• **Work request**
Find the string "valued" in the listing and report every line that has it.
Start of Block
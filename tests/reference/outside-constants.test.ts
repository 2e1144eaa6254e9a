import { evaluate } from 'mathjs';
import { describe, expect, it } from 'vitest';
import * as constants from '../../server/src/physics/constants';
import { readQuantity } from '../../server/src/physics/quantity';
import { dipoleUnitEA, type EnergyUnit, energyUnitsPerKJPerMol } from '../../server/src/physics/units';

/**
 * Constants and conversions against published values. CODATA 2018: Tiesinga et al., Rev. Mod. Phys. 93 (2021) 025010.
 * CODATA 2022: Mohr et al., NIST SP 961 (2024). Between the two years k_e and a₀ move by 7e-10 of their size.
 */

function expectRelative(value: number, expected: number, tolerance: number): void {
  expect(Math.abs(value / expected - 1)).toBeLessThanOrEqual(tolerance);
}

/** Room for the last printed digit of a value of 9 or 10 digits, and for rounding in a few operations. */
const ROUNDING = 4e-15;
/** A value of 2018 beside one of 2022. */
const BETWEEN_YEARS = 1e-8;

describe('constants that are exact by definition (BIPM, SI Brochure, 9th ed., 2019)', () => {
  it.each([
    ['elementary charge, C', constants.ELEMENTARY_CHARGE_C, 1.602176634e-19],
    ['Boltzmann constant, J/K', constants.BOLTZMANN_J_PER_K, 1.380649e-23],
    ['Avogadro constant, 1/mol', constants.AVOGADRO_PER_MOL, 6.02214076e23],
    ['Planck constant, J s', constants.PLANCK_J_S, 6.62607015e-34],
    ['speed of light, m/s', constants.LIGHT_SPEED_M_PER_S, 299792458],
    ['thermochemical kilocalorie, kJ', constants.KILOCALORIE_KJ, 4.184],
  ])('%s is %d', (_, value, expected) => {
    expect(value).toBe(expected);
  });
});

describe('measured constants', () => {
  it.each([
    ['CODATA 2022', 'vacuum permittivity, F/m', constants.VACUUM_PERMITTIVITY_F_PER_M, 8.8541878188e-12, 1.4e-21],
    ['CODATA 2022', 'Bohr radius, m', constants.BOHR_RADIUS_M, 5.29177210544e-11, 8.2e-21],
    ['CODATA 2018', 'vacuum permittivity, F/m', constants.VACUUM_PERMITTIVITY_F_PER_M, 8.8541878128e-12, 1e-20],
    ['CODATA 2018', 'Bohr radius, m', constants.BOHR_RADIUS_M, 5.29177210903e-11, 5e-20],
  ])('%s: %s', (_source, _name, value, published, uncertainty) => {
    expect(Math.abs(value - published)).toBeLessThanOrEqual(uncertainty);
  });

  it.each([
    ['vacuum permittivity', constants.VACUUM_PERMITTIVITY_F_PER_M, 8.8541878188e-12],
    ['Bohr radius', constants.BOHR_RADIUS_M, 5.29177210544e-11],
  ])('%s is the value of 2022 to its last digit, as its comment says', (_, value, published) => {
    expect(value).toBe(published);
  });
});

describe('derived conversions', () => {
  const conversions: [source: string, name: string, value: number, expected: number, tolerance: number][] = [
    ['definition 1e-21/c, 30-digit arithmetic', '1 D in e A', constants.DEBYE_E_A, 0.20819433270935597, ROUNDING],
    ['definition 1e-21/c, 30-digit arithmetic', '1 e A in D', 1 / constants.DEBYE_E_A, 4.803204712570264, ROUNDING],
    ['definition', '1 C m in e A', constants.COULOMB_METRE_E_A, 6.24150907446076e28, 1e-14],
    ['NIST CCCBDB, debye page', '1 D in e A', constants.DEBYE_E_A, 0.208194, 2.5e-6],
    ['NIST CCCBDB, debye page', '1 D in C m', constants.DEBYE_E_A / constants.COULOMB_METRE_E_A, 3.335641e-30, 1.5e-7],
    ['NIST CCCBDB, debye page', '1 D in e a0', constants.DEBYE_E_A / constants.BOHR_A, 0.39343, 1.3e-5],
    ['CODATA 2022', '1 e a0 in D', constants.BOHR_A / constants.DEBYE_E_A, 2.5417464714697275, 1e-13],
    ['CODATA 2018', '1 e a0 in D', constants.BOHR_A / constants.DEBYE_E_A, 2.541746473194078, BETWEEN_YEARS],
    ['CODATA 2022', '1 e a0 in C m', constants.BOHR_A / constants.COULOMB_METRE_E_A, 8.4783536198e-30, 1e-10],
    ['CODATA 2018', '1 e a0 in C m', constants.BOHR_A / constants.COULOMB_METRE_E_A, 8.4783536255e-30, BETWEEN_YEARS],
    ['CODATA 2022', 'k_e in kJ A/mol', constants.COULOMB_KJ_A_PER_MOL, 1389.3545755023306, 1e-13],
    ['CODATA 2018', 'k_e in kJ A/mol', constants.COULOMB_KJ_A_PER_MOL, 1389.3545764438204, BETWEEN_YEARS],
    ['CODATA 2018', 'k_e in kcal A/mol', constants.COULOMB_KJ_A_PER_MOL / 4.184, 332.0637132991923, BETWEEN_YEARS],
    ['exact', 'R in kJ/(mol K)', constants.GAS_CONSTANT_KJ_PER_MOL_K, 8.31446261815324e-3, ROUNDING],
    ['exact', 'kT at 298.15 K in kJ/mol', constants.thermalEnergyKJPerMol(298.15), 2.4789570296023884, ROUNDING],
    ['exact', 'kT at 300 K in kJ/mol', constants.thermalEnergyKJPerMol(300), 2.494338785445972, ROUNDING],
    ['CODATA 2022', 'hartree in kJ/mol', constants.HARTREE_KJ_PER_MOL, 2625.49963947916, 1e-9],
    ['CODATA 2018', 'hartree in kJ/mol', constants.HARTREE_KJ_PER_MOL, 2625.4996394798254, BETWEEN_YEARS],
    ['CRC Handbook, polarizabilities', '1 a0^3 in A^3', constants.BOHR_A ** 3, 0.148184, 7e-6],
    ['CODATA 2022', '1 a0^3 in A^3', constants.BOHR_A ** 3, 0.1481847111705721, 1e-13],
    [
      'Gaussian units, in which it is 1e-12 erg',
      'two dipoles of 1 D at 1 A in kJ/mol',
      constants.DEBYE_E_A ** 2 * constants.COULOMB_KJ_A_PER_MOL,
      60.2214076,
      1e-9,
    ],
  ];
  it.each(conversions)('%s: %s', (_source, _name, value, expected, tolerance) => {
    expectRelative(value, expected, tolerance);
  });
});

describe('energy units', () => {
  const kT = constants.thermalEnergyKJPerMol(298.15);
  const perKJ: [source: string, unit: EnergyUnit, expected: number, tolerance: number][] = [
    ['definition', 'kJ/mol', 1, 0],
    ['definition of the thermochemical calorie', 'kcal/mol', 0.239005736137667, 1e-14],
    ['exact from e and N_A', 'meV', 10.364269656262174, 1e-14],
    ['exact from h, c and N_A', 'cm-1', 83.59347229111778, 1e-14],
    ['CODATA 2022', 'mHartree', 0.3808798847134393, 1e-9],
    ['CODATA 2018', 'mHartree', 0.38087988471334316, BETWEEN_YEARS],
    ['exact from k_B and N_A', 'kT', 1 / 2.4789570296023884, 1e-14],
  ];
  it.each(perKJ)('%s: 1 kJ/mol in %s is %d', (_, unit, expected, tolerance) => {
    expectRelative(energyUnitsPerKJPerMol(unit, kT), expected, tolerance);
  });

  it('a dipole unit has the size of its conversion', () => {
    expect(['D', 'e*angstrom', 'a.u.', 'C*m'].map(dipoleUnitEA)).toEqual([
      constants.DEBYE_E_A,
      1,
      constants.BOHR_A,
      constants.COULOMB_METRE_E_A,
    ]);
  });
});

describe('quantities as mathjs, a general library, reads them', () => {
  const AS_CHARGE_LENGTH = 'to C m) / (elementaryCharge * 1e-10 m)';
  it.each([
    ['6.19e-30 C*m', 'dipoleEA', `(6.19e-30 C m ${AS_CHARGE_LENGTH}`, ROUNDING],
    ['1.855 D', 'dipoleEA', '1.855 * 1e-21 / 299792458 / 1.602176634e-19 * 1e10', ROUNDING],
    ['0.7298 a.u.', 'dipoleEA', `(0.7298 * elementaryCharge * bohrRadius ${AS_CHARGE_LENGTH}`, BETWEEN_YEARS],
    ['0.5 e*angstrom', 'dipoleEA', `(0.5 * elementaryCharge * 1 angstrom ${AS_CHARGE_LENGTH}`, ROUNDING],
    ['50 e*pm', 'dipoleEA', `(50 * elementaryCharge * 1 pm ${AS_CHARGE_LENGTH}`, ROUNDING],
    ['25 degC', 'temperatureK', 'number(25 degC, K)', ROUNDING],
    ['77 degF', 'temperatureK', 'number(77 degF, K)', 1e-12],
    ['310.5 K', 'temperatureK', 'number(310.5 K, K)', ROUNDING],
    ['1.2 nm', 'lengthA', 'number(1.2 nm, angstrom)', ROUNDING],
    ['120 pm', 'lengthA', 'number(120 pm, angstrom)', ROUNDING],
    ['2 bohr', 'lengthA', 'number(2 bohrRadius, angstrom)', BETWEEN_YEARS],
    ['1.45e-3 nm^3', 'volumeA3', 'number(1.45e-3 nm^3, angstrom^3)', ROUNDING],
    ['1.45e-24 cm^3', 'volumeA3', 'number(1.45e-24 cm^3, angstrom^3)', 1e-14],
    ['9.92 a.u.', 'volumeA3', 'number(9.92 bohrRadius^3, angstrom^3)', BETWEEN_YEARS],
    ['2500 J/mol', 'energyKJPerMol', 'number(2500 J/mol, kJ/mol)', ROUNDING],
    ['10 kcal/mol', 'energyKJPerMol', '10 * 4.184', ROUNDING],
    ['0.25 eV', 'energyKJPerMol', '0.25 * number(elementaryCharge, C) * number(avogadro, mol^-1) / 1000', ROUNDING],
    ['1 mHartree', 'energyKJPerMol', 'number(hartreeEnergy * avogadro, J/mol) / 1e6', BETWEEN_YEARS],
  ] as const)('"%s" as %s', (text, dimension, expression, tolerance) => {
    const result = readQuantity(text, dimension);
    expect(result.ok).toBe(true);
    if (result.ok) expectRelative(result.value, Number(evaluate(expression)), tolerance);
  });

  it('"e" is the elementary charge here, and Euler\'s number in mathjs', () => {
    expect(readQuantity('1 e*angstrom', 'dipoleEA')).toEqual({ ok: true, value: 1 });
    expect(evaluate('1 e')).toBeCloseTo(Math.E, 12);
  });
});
End of Block
Start of Block
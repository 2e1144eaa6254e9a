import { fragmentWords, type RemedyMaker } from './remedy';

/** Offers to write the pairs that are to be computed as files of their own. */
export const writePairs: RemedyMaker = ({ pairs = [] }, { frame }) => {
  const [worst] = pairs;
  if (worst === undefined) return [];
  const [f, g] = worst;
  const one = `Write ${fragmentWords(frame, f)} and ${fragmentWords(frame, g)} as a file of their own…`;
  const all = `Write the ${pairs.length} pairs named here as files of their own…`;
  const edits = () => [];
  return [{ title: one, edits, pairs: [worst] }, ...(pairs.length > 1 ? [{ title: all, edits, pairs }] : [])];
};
End of Block
Start of Block
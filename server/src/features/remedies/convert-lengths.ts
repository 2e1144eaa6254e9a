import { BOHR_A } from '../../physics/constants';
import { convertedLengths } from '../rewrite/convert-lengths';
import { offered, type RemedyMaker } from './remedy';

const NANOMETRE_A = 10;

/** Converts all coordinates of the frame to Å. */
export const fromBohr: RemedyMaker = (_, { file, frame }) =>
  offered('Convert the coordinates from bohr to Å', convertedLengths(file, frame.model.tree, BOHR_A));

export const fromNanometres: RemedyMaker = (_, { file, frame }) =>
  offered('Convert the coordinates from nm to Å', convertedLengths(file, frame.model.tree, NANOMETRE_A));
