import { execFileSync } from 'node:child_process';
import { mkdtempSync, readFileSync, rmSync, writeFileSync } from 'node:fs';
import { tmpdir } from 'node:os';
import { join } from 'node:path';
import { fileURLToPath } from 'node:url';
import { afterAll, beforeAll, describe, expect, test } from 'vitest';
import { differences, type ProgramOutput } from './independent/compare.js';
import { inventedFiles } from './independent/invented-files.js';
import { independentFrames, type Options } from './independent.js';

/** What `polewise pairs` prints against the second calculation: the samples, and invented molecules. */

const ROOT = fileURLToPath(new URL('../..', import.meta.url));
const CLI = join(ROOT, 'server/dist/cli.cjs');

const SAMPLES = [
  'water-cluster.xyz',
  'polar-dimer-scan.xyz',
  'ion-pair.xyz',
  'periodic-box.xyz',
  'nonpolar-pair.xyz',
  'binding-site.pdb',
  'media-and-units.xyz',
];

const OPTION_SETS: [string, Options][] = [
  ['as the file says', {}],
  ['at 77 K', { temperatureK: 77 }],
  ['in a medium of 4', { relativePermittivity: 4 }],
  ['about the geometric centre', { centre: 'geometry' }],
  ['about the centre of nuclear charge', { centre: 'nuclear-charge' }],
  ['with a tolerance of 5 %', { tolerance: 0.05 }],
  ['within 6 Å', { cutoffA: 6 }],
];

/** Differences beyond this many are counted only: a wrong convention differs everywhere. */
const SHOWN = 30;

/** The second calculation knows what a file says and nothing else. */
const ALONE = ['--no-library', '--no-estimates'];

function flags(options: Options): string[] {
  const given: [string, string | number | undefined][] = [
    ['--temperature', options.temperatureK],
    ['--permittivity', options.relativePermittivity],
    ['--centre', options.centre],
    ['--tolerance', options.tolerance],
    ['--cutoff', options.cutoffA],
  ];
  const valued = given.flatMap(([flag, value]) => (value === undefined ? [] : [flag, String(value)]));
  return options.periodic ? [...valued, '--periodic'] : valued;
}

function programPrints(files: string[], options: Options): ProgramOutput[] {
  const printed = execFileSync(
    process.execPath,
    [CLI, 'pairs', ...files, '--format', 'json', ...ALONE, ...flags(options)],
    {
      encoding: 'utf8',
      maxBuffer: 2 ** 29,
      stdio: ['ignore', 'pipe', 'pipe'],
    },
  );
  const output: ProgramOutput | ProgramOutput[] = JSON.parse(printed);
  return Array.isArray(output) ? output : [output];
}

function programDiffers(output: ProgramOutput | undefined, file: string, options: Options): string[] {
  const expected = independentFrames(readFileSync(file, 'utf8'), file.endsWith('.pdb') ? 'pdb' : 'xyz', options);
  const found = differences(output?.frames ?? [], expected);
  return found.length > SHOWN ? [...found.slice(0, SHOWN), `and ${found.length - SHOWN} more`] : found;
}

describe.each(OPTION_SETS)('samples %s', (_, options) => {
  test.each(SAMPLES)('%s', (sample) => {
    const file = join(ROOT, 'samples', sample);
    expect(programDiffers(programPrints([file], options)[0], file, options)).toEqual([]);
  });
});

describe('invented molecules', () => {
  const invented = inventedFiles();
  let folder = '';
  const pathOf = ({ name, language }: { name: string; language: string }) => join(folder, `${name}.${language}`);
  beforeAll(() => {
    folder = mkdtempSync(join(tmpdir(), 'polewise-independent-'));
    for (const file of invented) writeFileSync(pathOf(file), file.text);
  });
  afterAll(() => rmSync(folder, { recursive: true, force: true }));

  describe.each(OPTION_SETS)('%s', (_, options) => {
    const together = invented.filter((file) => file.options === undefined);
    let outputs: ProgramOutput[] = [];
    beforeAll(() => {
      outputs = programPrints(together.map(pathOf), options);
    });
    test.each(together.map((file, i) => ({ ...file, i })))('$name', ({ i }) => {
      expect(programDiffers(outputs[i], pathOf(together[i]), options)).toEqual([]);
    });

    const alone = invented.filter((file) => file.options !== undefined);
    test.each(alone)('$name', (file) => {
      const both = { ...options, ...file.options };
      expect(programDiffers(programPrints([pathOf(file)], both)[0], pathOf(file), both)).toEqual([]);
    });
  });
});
End of Block
• **Answer section**
  const valued = given.flatMap(([flag, value]) => (value === undefined ? [] : [flag, String(value)]));
  return options.periodic ? [...valued, '--periodic'] : valued;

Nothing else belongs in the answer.